南瑞麟听得心中狐疑不解,究竟他所说的是什么东西呢,如果是唐貌宝甲, 一定穿在樊稚身上,显见不是宝甲,而是另外一件东西。
面北而坐的那人意似不信,两眼翻了一翻,嘿嘿冷笑一声道:
“这话有什么人信你,谁不知你鬼手神偷, 一入宝山,决不空手而回,你敢骗我,那有得你好瞧的。”
“哈哈,小弟早知道骗不过你”,那人又干笑了一声,接着道:
“其实小弟费尽心机得来的这样东西,可能是樊老儿一时糊涂,随便丢置一角,只怕就是我们所想的那件东西”,说着,掏出一物,四四方方。
南瑞麟藏身在门后,蚊蚋不时侵咬他的头面手脚。他不敢略有移动,怕带出轻微的声音,给二人警觉,那就大事不美了,强忍的痒痛。

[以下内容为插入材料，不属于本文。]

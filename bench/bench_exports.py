"""Benchmark: the register list's exports on a generated plant (PostgreSQL).

    DATABASE_URL=postgres://postgres@127.0.0.1:5432/sif_bench_exports \\
        .venv/bin/python bench/bench_exports.py --sifs 5000 [--years 20]

Generates the plant once (``make_scale_plant``), refreshes the plans' due dates and stores
one synthetic assessment per SIF (bulk insert, mixed verdicts), then requests each export
through the Django test client as a superuser, consuming the whole (streamed) body, and
reports the time, the SQL queries and the size. Beside each: a bare psycopg read of the
same SQL the export ran (fetch all rows, nothing else), and the ratio of the two, and the
process's peak resident memory by the end of the export (run one export per process to read it for each).
Set EXPORT_BACKGROUND_SIFS above the plant's size to time the direct exports.
"""

from __future__ import annotations

import argparse
import os
import re
import resource
import statistics
import sys
import time
from pathlib import Path

ROOT = Path(__file__).resolve().parent.parent
sys.path.insert(0, str(ROOT))
os.environ.setdefault("DJANGO_SETTINGS_MODULE", "config.settings.base")

URLS = ["/sifs/list.xlsx", "/sifs/list.csv", "/sifs/list.xlsx?sort=-achieved&target_sil=2",
        "/sifs/export.csv", "/sifs/export.xlsx"]


def _prepare(code: str, n: int, years: int):
    import datetime as dt

    from django.core.management import call_command
    from django.utils import timezone

    from calcs.models import Assessment
    from register.models import SafetyFunction, Site, TestPlan
    from register.schedule.due import refresh_plans

    if not Site.objects.filter(code=code).exists():
        call_command("make_scale_plant", sifs=n, years=years, code=code)
    sifs = SafetyFunction.objects.filter(unit__site__code=code)
    if not Assessment.objects.filter(sif__in=sifs).exists():
        refresh_plans(TestPlan.objects.filter(sif__in=sifs))
        now = timezone.now()
        rows = []
        for i, pk in enumerate(sifs.values_list("pk", flat=True)):
            meets = (True, False, None)[i % 3]
            achieved = 1e-3 * (1 + i % 17)
            rows.append(Assessment(
                sif_id=pk, computed_at=now - dt.timedelta(minutes=i % 50), as_of=now,
                inputs_digest="0" * 64, trigger="bench", target_pfd_avg=8e-3, target_sil=2,
                design_pfd_avg=achieved * 0.8, achieved_pfd_avg=achieved,
                meets_target=meets, verdict={"meets": meets, "lines": [
                    {"key": "achieved_12m", "label": "Achieved", "status": "fail",
                     "reason": "achieved PFDavg above target"}] if meets is False else []}))
        Assessment.objects.bulk_create(rows, batch_size=2000)


def _bare(sqls: list[str]) -> float:
    import psycopg

    dsn = os.environ["DATABASE_URL"]
    with psycopg.connect(dsn) as conn, conn.cursor() as cur:
        t = time.perf_counter()
        for sql in sqls:
            cur.execute(sql)
            cur.fetchall()
        return time.perf_counter() - t


def main():
    parser = argparse.ArgumentParser()
    parser.add_argument("--sifs", type=int, default=5000)
    parser.add_argument("--years", type=int, default=20)
    parser.add_argument("--repeat", type=int, default=3)
    parser.add_argument("--urls", nargs="*", default=URLS)
    parser.add_argument("--code", default=None,
                        help="site code of an existing plant (default xscale<sifs>)")
    args = parser.parse_args()
    import django

    django.setup()
    from django.contrib.auth import get_user_model
    from django.core.management import call_command
    from django.db import connection
    from django.test import Client
    from django.test.utils import CaptureQueriesContext, setup_test_environment

    setup_test_environment()
    call_command("migrate", verbosity=0)
    code = args.code or f"xscale{args.sifs}"
    t = time.perf_counter()
    _prepare(code, args.sifs, args.years)
    print(f"prepare: {time.perf_counter() - t:.1f} s")
    admin, _ = get_user_model().objects.get_or_create(
        username="bench-exports-admin", defaults={"is_superuser": True, "is_staff": True})
    client = Client()
    client.force_login(admin)
    print(f"{'export':46} {'median s':>9} {'queries':>8} {'MB':>6} {'bare s':>7} {'ratio':>6} "
          f"{'peak RSS MB':>11}")
    for url in args.urls:
        full = url
        times, size, sqls = [], 0, []
        for _ in range(args.repeat):
            with CaptureQueriesContext(connection) as ctx:
                start = time.perf_counter()
                resp = client.get(full)
                assert resp.status_code == 200, (url, resp.status_code)
                # consumed chunk by chunk, not kept: the peak memory is the export's own
                size = sum(len(c) for c in resp.streaming_content) if resp.streaming \
                    else len(resp.content)
                times.append(time.perf_counter() - start)
            # a server-side cursor's statement is "DECLARE ... CURSOR [WITH[OUT] HOLD] FOR SELECT"
            sqls = [re.sub(r"^DECLARE .*? CURSOR (?:WITH(?:OUT)? HOLD )?FOR ", "", q["sql"])
                    for q in ctx.captured_queries]
            sqls = [q for q in sqls if q.lstrip().upper().startswith("SELECT")]
            peak = resource.getrusage(resource.RUSAGE_SELF).ru_maxrss / 1024
        bare = min(_bare(sqls) for _ in range(args.repeat))
        med = statistics.median(times)
        print(f"{url:46} {med:9.2f} {len(ctx.captured_queries):8d} {size / 1e6:6.1f} "
              f"{bare:7.2f} {med / bare if bare else 0:6.1f} "
              f"{peak:11.0f}")


if __name__ == "__main__":
    main()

假使殿内有月光射入,非但二人面像看得极为清楚,连妙手神偷手中那块四四方方的东西,也一目了然了,现在只见妙手神偷不停地在那块东西摩擦, 一阵摩擦后,便递在对方手上笑道:
“公孙老儿,你瞧瞧看,这东西有什么奇异之处,方才小弟溜出庄外时,只觉有人在后追,小弟故意引错方向才脱身,可见这块东西大有来历。”
那姓公孙的老者接过后,仔细观察了一阵后,便凝思不语。
正在此时,殿外风快地掠进一条身影,只见这人两手暴伸,电光石火地向公孙老者手中夺去。
这种变生不测,突如其来的情况之下,任谁都不能防避,无疑问地那公孙老者也非弱者,左足一弹,全身望右一翻,左手已出,疾如电闪地向偷袭那人腕脉扣去,口中大喝道:
“什么人,敢暗袭老夫。”
那偷袭之人未料他应变这快,扣腕飞来的手式竟是那么奇诡难解,忙将双臂一撒,顺势向旁窜了开去立定,嘿嘿冷笑不停。
南瑞麟暗中瞧出那是小阎罗蒲之奇。
只见小阎罗蒲之奇冷笑一阵后,沉声道: “你们到手之物不知来历,又有何用,反不如送给我蒲之奇,他日事成后,彼此分享岂不是好。”
南瑞麟更加糊涂了,简直莫名其妙。
只听妙手神偷笑道:“原来是蒲少寨主,老朽许青,这位是神行无影公孙一丁大侠。”
蒲之奇心中为之一惊,因为妙手神偷及神形无影号称江南二神,武学造诣绝奇,心智更是过人,忙笑道:
“两位大侠来此卧龙山庄,据在下猜测,也是为着这个问题吗?”说着,虚空划了几下。
南瑞麟看得不甚明白,心中焦急异常,又不敢稍稍移动,以期看得真切,他初涉江湖,对江南二神名字, 一点印象均没有,现在畏惧的,就是小阎罗蒲之奇,若被他察觉,将惹下杀身大祸。
妙手神偷呵呵大笑道: “好小子,蒲胜有你这跨灶之侄,足以自豪了,不过可惜道不同不相为谋,不能合作奈何?”